Se i partiti erano quei soggetti in grado di organizzare la proposta di cambiamento della società, difendendo gli interessi di certi gruppi sociali, oggi quel che ne resta non è altro che una congrega di incravattati pronti a difendere il proprio leader e di riflesso la propria posizione e visibilità sociale. Di contro, scopo delle altre realtà politiche non è altro che la sostituzione dell’attuale sistema di potere con un altro del tutto simile, ma a ruoli invertiti.

Sì o no?

Della fine dei partiti ne abbiamo un chiarissimi esempio ogni volta che ascoltiamo il dibattito sul referendum. Nei giorni scorsi, il fronte del No si è radunato per la prima volta e all’interno della stessa stanza si trovavano personaggi come Massimo D’Alema, Paolo Cirino Pomicino, Gianfranco Fini, Pippo Civati e Lamberto Dini solo per dirne alcuni.

Tutti, nemici acerrimi nel corso delle battaglie più o meno recenti e oggi dalla stessa parte della barricata sul tema referendum. In questi pochi nomi, del resto, sono rappresentati Pci, Pds, Ds, Pd, Msi, Pdl, Forza Italia, Rinnovamento Italiano, Fli, liberali, Possibile…e sono solo alcune delle sigle radunate contro la legge Renzi-Boschi. Con nessuna cura rispetto a quanto, proprio lo stesso D’Alema, propugnava nei tardi anni ’90, da capo del governo e della commissione Bicamerale, quando molti punti di proposta – poi fallita – erano in contatto con la riforma che oggi si prende a bersaglio.
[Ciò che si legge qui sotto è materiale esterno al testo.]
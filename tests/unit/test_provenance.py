"""Which code a rule depends on."""

from __future__ import annotations

from lineproof.provenance import PACKAGE, WORKFLOW, code_of


def names(rule: str) -> set[str]:
    return {
        str(path.relative_to(WORKFLOW)) for path in code_of(WORKFLOW / "scripts" / f"{rule}.py")
    }


def test_a_rule_depends_on_its_script_and_what_that_imports() -> None:
    found = names("estimate_betas")
    assert {
        "scripts/estimate_betas.py",
        "lineproof/estimation.py",
        "lineproof/__init__.py",
    } <= found


def test_registry_entries_are_followed() -> None:
    """`estimation` imports no estimator; it loads the one that the registry names."""
    assert {"lineproof/stats/betas.py", "lineproof/stats/windows.py"} <= names("estimate_betas")
    assert "lineproof/stats/market_line.py" in names("price_subperiod")


def test_numbers_do_not_depend_on_the_paper_nor_betas_on_pricing() -> None:
    for rule in (
        "validate_returns",
        "estimate_betas",
        "form_portfolios",
        "cut_subperiods",
        "price_subperiod",
    ):
        assert not any(name.startswith("lineproof/paper") for name in names(rule)), rule
    assert "lineproof/stats/market_line.py" not in names("estimate_betas")
    assert "lineproof/stats/windows.py" not in names("price_subperiod")


def test_no_number_depends_on_the_reading_of_the_study_file() -> None:
    """An edit there may not re-run a study: the options themselves are compared."""
    for rule in ("validate_returns", "estimate_betas", "form_portfolios", "price_subperiod"):
        assert not {"lineproof/study.py", "lineproof/specs.py"} & names(rule), rule


def test_templates_count_as_code() -> None:
    templates = {str(p.relative_to(WORKFLOW)) for p in (PACKAGE / "paper" / "templates").iterdir()}
    assert templates
    assert templates <= names("write_report")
Sull’altro lato del fiume, le cose non vanno molto diversamente: ormai solo contro tutti, il premier Matteo Renzi ha dapprima personalizzato il referendum – “se perdo lascio la politica” – poi, preoccupato dai sondaggi, ha pensato di autoinvitarsi a tutti i talk show per spiegare la riforma nel merito, articolo per articolo, anche confrontandosi con esimi professori universitari. Peccato, però, che nel frattempo abbia annunciato prestito pensionistico, aumento delle pensioni minime, concorsi per 10mila posti nella pubblica amministrazione, abolizione di Equitalia e una revisione della pessima legge elettorale dell’Italicum.
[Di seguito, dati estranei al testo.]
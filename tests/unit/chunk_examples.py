"""Random panels as chunks, for the tests of the intake's observers."""

from __future__ import annotations

import numpy as np
import pandas as pd

from lineproof.intake.chunk import Chunk
from lineproof.periods import Months, Periods, TradingDays

MONTHS = Months()


def draw_panel(seed: int, n_securities: int = 12, periods: Periods = MONTHS) -> pd.DataFrame:
    """Rows sorted by security and period, with holes, missing and equal values; columns as a chunk's."""
    rng = np.random.default_rng(seed)
    low, high = (1957 * 12, 1983 * 12) if periods.noun == "month" else (0, len(periods.days))
    parts = []
    for place in range(n_securities):
        begin, end = sorted(rng.integers(low, high, 2).tolist())
        numbers = np.arange(begin, end + 1)
        numbers = numbers[(rng.random(len(numbers)) < 0.9) & (numbers < high)]
        size = rng.choice([0.0003, 0.05, 2.0])
        returns = rng.choice(
            [-0.5, 0.0, 0.25, 0.1235], len(numbers)
        )  # ties and numbers binary cannot hold
        drawn = rng.random(len(numbers)) < 0.7
        returns[drawn] = size * rng.standard_t(3, drawn.sum())
        returns[rng.random(len(numbers)) < 0.1] = np.nan
        parts.append(
            pd.DataFrame(
                {
                    "security": f"S{place:03d}",
                    "period": numbers,
                    "total_return": returns,
                    "size": np.where(rng.random(len(numbers)) < 0.2, np.nan, 1.5),
                    "price": rng.uniform(1, 50, len(numbers)),
                    "sector": rng.choice(["", "mines", "banks"], len(numbers)),
                }
            )
        )
    panel = pd.concat(parts, ignore_index=True)
    return panel.assign(day=periods.date(panel["period"].to_numpy()))


def trading_days(first: str, last: str) -> TradingDays:
    """Weekdays between two dates."""
    return TradingDays(pd.bdate_range(first, last).to_numpy().astype("datetime64[D]"))


def chunk_of(panel: pd.DataFrame) -> Chunk:
    """All rows of a panel as one chunk."""
    names, owner = np.unique(panel["security"].to_numpy(str), return_inverse=True)
    texts, code = np.unique(panel["sector"].to_numpy(str), return_inverse=True)
    values = {name: panel[name].to_numpy(float) for name in ("total_return", "size", "price")}
    return Chunk(
        names=names,
        start=np.searchsorted(owner, np.arange(len(names) + 1)),
        period=panel["period"].to_numpy(np.int64),
        day=panel["day"].to_numpy().astype("datetime64[D]"),
        values={"return_": values["total_return"], **values},
        texts={"sector": (code.astype(np.int32), texts.tolist())},
        code=np.full(len(panel), -1, np.int8),
    )


def cut(panel: pd.DataFrame, at: set[int]) -> list[Chunk]:
    """The panel as chunks, cut before the securities of these positions."""
    names = panel["security"].unique()
    place = panel["security"].map({name: k for k, name in enumerate(names)}).to_numpy()
    part = np.searchsorted(sorted(at), place, side="right")
    return [chunk_of(rows) for _, rows in panel.groupby(part)]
Tutto, ovviamente, con i fari ben puntati sul 4 dicembre, quando si giocherà il destino politico della legislatura e allo stesso tempo di questa scalcagnata classe politica. Alla faccia della volontà di “spersonalizzare” il referendum, insomma: nonostante gli sforzi, ormai sarà un voto pro o contro Renzi. E la direzione del Pd dei giorni scorsi lo dimostra: una recita con ruoli predefiniti, in cui il segretario-presidente del Consiglio ha battuto i pugni sul tavolo, mentre la minoranza – anche in questo caso, un’etichetta che è già un programma di insuccesso – ha espresso i soliti distinguo che, come direbbe Bob Dylan, “soffiano nel vento”.

Le uniche posizioni esistenti oggi, allora, sono tra chi ha una posizione – e interessi – da difendere, e chi invece punta a modificare l’ordine esistente per riguadagnare un posto al sole.

Si è sempre detto, negli anni scorsi, che i partiti, all’apice della loro rilevanza storica, con le loro visioni particolari, fossero in realtà la rovina della democrazia, non essendo in grado di conciliare le tante prerogative in gioco. Ma di fronte all’irrilevanza attuale, e all’eccesso di personalismi di questa epoca, viene nostalgia del confronto aperto ma onesto, della lotta per un ideale e, in una parola, della passione civile ormai rimpiazzata da rivalse, vane promesse e meri opportunismi.